Per vitare tutto questo, la nuova intesa prevede che – oltre agli accordi con le singole Regioni, da recepire in altrettante leggi – il Parlamento vari anche una legge quadro per fissare criteri e obiettivi generali dell’operazione. La bozza del provvedimento, formata da soli due articoli, impone che siano stabiliti i “livelli essenziali di prestazioni” (Lep), e i “fabbisogni standard”. I primi sono i servizi che devono essere offerti senza differenze in tutto il Paese, come sanità, trasporto pubblico locale e formazione professionale (ma non la scuola: quella rimane di competenza statale).
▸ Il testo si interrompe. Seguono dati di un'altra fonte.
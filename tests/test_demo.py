"""`redact demo`: the README's main command, on the shipped clip's description and on a small clip."""

from __future__ import annotations

import json

from click.testing import CliRunner

from redact.cli import main
from redact.cli.cmd_process import demo_clip
from redact.media.video import probe


def test_shipped_demo_clip_meets_its_description():
    """demo_clips/README.md: at least 10 s of 1280x720 at 25 fps (PyAV/FFmpeg reads it)."""
    info = probe(demo_clip())
    assert (info.width, info.height) == (1280, 720)
    assert info.fps == 25 and info.duration >= 10 and info.frames >= 250
    assert demo_clip().stat().st_size < 5 * 1024 * 1024


def test_demo_writes_everything_it_points_to(crossing_clip, tmp_path):
    out = tmp_path / "demo"
    r = CliRunner().invoke(main, ["demo", "--clip", str(crossing_clip.path), "--out", str(out), "--quiet"])
    assert r.exit_code == 0, r.output
    for thing in ("report.html", "redacted.mp4", "package/envelope.json", "demo-key/demo.public.pem"):
        assert (out / thing).exists(), thing
    assert "Open first" in r.stdout and "pseudonymised" in r.stdout
    html = (out / "report.html").read_text()
    assert "VALID" in html
    v = CliRunner().invoke(main, ["verify", str(out / "package"), "--trusted-key", str(out / "demo-key" / "demo.public.pem"),
                                  "--video", str(out / "redacted.mp4"), "--source", str(crossing_clip.path), "--json"])
    assert v.exit_code == 0, v.output
    assert json.loads(v.stdout)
I secondi sono le risorse necessarie in ciascuna Regione per garantire quegli stessi servizi. Si salva dunque il principio della perequazione, anche se ancora non è chiaro in che modo le Regioni con minore capacità fiscale dovrebbero continuare a incassare risorse da quelle più ricche. In tema d’infrastrutture, invece, sarà lo Stato centrale a istituire un fondo da tre miliardi per garantire uniformità di sviluppo a tutti i territori.

Il progetto di Boccia prevede che Lep e fabbisogni vengano individuati entro un anno da un commissario governativo. Non è una prospettiva granché realistica, visto che li stiamo aspettando dal 2001, ossia dai tempi della riforma del Titolo V della Costituzione. Cosa succederebbe allora se fallissimo anche stavolta? La prima bozza della legge quadro prevedeva che, in assenza di Lep e fabbisogni, si sarebbe fatto ricorso alla cosiddetta “spesa storica”. Una vera iattura, perché con questo criterio non si garantirebbe affatto uniformità di servizi su tutto il territorio nazionale. Boccia però assicura che questa evenienza è stata cancellata nell’ultima versione del testo: “I Lep saranno varati in 12 mesi, altrimenti il trasferimento di funzioni non partirà”. Traduzione: se entro il prossimo anno non faremo quello che non siamo riusciti a fare negli ultimi 18 anni, non cambierà nulla. A parte il fatto che le elezioni in Emilia Romagna saranno passate.